> _DATA IN THIS EXERCISE_:

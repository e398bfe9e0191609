"""What a fit hands on: the problem file with the estimates written in
(``fitted.yaml``) and the covariance of the estimates (``covariance.csv``).

fitted.yaml is the user's own problem file, edited: each estimated parameter's line
``name: value`` gets the estimate, in the unit the file wrote (its comment and every
other line stay as they were), and a comment block on top gives each estimate's
intervals. Where a value cannot be edited in place (a parameter inside a one-line
``{...}`` mapping, a value changed by ``set=``/``--set`` that the file leaves at its
default, a problem built in code) the file is written out again from its data, with
the same comment block. Either way the text is read back and checked before it is
returned: ``optfeed optimize fitted.yaml`` runs as it is.

covariance.csv is exactly the form the ``uncertainty`` section of a problem file
reads (:func:`optfeed.problem.uncertain.read_covariance`)::

    # comment lines, among them the estimates: mu_max = 0.4975 1/h, K_s = 0.1864 g/L
    parameter,mu_max [1/h],K_s [g/L]
    mu_max [1/h],5.3e-06,1.2e-05
    K_s [g/L],1.2e-05,0.000216

The header names each parameter with its unit; each row names one of them again
(with the same unit); the entry in row i, column j is in unit_i * unit_j. The means
are not in the table: a problem's uncertainty section centres every value on the
value its own file holds, and fitted.yaml holds the estimates. So
``uncertainty: {covariance: covariance.csv}`` added to fitted.yaml draws around the
fit.
"""

from __future__ import annotations

import math
import re

import numpy as np

from ..errors import InputError
from ..problem.dotted import set_path
from ..problem.yamlio import read_text, read_yaml

# a block-style line holding one plain scalar: indent, key, value (quoted or not), comment
_PLAIN_LINE = re.compile(r"""^(?P<head>\s*(?P<key>[A-Za-z_][A-Za-z0-9_]*)\s*:[ \t]+)(?P<value>"[^"\n]*"|'[^'\n]*'|"""
                         r"""[^\s#'"{}\[\],&*!|>][^#\n]*?)(?P<tail>[ \t]+#.*)?[ \t]*$""")


def value_text(value: float, unit: str, se: float | None = None) -> str:
    """A parameter value for a problem file: enough significant digits that rounding
    moves it by under a thousandth of its standard error (at least 6, at most 12),
    with its unit."""
    digits = 6
    if se is not None and math.isfinite(se) and se > 0 and value != 0:
        digits = int(min(12, max(6, math.ceil(math.log10(abs(value) / se)) + 3)))
    text = f"{value:.{digits}g}"
    return f"{text} {unit}" if unit else text


def comment_block(result, how: str, covariance_file: str = "covariance.csv") -> list[str]:
    """The lines (with '# ') that head fitted.yaml; ``how`` is 'edited' or 'rewritten'."""
    from ..report.text import fmt

    r = result
    out = [f"Fitted by optfeed fit ({r.status}) from {r.runs.source}: {len(r.runs.runs)} run(s), "
           f"{r.runs.n_samples} measured values; {r.record.get('created_utc', '')}.",
           f"This is {r.problem.source} with the estimates (and any value changed by --set) written in"
           + ("; every other line is as it was." if how == "edited" else
              ", written out again from its data: its comments and layout are not kept."),
           "Estimates, standard errors and 95 % confidence intervals (t distribution"
           + ("; profile likelihood intervals in brackets" if any(e.profile_low is not None or e.profile_high
                                                                   is not None for e in r.estimates) else "") + "):"]
    for e in r.estimates:
        unit = f" {e.unit}" if e.unit else " (internal units)"
        line = (f"  {e.name} = {fmt(e.value, 6)}{unit}; SE {fmt(e.se)}; 95 % CI {fmt(e.ci_low)} .. "
                f"{fmt(e.ci_high)}")
        if e.profile_low is not None or e.profile_high is not None:
            line += f" [profile {fmt(e.profile_low)} .. {fmt(e.profile_high)}]"
        out.append(line)
    out.append(f"Fit: {r.verdict}.")
    for flag in r.flags:
        out.append(f"Warning: {flag}.")
    out.append(f"The covariance of the estimates is in {covariance_file} (same folder as this file).")
    out.append("A calibrated model describes the runs it was fitted to: verify what you plan with it at small scale.")
    lines = []
    for text in out:
        lines += ["# " + t for t in _wrap(text, 86)]
    return lines


def _wrap(text: str, width: int) -> list[str]:
    import textwrap

    return textwrap.wrap(text, width, subsequent_indent="    ") or [""]


def fitted_yaml_text(result) -> tuple[str, str]:
    """(text of fitted.yaml, 'edited' or 'rewritten') for a fit result with estimates.

    Raises
    ------
    ValueError
        If neither form reads back as a valid problem with the estimates (a bug).
    """
    problem = result.problem
    changes = {("parameters", name): text for name, text in written_values(result).items()}
    text, how = None, "rewritten"
    try:
        original = read_text(problem.source)
        data0, lines = read_yaml(problem.source, text=original)
    except (InputError, OSError, TypeError):
        original = None
    if original is not None:
        wanted = dict(changes)
        # values changed by set= / --set are changed in the file too
        for path, value in _differences(data0, problem.data):
            wanted.setdefault(path, value if isinstance(value, (dict, list)) else _scalar_text(value))
        text = _edit_in_place(original, lines, wanted)
        if text is not None:
            text = "\n".join(comment_block(result, "edited")) + "\n" + text
            how = "edited"
    if text is None or not _reads_back(text, problem, result):
        data = _with_estimates(problem.data, result)
        text = "\n".join(comment_block(result, "rewritten")) + "\n" + _dump(data)
        how = "rewritten"
        if not _reads_back(text, problem, result):
            raise ValueError("the fitted problem file does not read back with the estimates")
    return text, how


def _differences(a, b, path=()):
    """Scalar leaves where ``b`` differs from ``a`` (a key b has and a lacks included)."""
    if isinstance(b, dict) and isinstance(a, dict):
        for k, v in b.items():
            if k not in a:
                yield path + (k,), v
            else:
                yield from _differences(a[k], v, path + (k,))
    elif isinstance(b, list) and isinstance(a, list) and len(a) == len(b):
        for i, (x, y) in enumerate(zip(a, b)):
            yield from _differences(x, y, path + (i,))
    elif a != b or type(a) is not type(b):
        yield path, b


def _scalar_text(value) -> str:
    import yaml

    return yaml.safe_dump(value, default_flow_style=True).strip().removesuffix("...").strip()


def _edit_in_place(text: str, lines, changes: dict) -> str | None:
    """``text`` with the value of each key path of ``changes`` replaced on its own
    line; None if some path has no line of its own holding a plain value."""
    rows = text.split("\n")
    for path, value in changes.items():
        if isinstance(value, (dict, list)) or not path or isinstance(path[-1], int):
            return None
        line = lines.own(path)  # the key's own line, never an ancestor's
        if line is None or not 1 <= line <= len(rows):
            return None
        m = _PLAIN_LINE.match(rows[line - 1])
        if not m or m.group("key") != path[-1]:
            return None
        old = m.group("value").strip()
        quote = old[0] if old[:1] in ("'", '"') else ""
        rows[line - 1] = f"{m.group('head')}{quote}{value}{quote}{m.group('tail') or ''}"
    return "\n".join(rows)


def written_values(result) -> dict:
    """name -> the estimate as the problem file writes that parameter: in its unit
    there, or a bare number in internal units where the file writes a bare number."""
    from ..units import factor_to

    out = {}
    for e in result.estimates:
        to_internal = 1.0 / factor_to(e.unit) if e.unit else 1.0
        unit = result.problem.parameter_units.get(e.name, "")
        f = factor_to(unit) if unit else 1.0
        out[e.name] = value_text(e.value * to_internal * f, unit, e.se * to_internal * f)
    return out


def _with_estimates(data, result):
    import copy

    out = copy.deepcopy(data)
    for name, text in written_values(result).items():
        set_path(out, f"parameters.{name}", text, result.problem.source)
    return out


def _dump(data) -> str:
    import yaml

    return yaml.safe_dump(data, sort_keys=False, allow_unicode=False, width=100)


def _reads_back(text: str, problem, result) -> bool:
    """The text is a valid problem whose estimated parameters hold the estimates (to
    the digits written) and which is otherwise the problem that was fitted."""
    import dataclasses

    from ..problem.load import problem_from_data
    from ..provenance import problem_digest
    from ..units import factor_to

    try:
        data, lines = read_yaml(problem.source, text=text)
        back = problem_from_data(data, problem.source, lines)
    except InputError:
        return False
    for e in result.estimates:
        f = factor_to(e.unit) if e.unit else 1.0
        got = back.parameters.get(e.name)
        tol = 1e-3 * e.se if math.isfinite(e.se) and e.se > 0 else 1e-6 * abs(e.value)
        if got is None or abs(got * f - e.value) > max(tol, 1e-12 * abs(e.value)):
            return False
    # everything else unchanged: the problem with the read-back estimates has the same digest
    expected = dataclasses.replace(problem, name=back.name, parameters={
        **problem.parameters, **{e.name: back.parameters[e.name] for e in result.estimates}})
    return problem_digest(expected) == problem_digest(back)


def covariance_csv_text(result) -> str:
    """covariance.csv of a fit result with statistics (see the module docstring)."""
    from ..units import factor_to

    est = result.estimates
    stats = result.statistics
    f = np.array([factor_to(e.unit) if e.unit else 1.0 for e in est])
    cov = np.asarray(stats.covariance, dtype=float) * np.outer(f, f)
    lines = [f"# Covariance of the estimates of optfeed fit ({result.status}) for {result.problem.name}, from "
             f"{result.runs.source}.",
             "# Row i, column j is in unit_i * unit_j. The estimates (written into fitted.yaml): "
             + ", ".join(f"{e.name} = {_num(e.value)} {e.unit or '(internal units)'}".rstrip() for e in est) + ".",
             "# A problem's uncertainty section reads this file (covariance: covariance.csv) and draws around the "
             "values its own file holds.",
             "# Error model: " + ("the stated measurement error (trusted)" if result.runs.trusted else
                                 f"scaled by the residuals (s^2 = {stats.scale:.4g})") + "."]
    for e in est:
        if not e.unit:
            lines.append(f"# {e.name} is a bare number in the problem file: its values here are in optfeed's internal "
                         "units (g, L, h, mmol).")
    if not np.all(np.isfinite(cov)):
        lines.append("# Some entries are 'inf' or 'nan': the data cannot fix those parameters (see summary.json).")
    cells = [f"{e.name} [{e.unit or 'dimensionless'}]" for e in est]
    lines.append(",".join(["parameter"] + cells))
    for i, e in enumerate(est):
        lines.append(",".join([cells[i]] + [_num(v) for v in cov[i]]))
    return "\n".join(lines) + "\n"


def _num(v: float) -> str:
    return "nan" if v != v else ("inf" if v == math.inf else f"{v:.10g}")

> _REQUIRED WORK_:
Answer with one number: how many lines of the entries above include the word "bare".

> _OUTPUT BELOW_:
2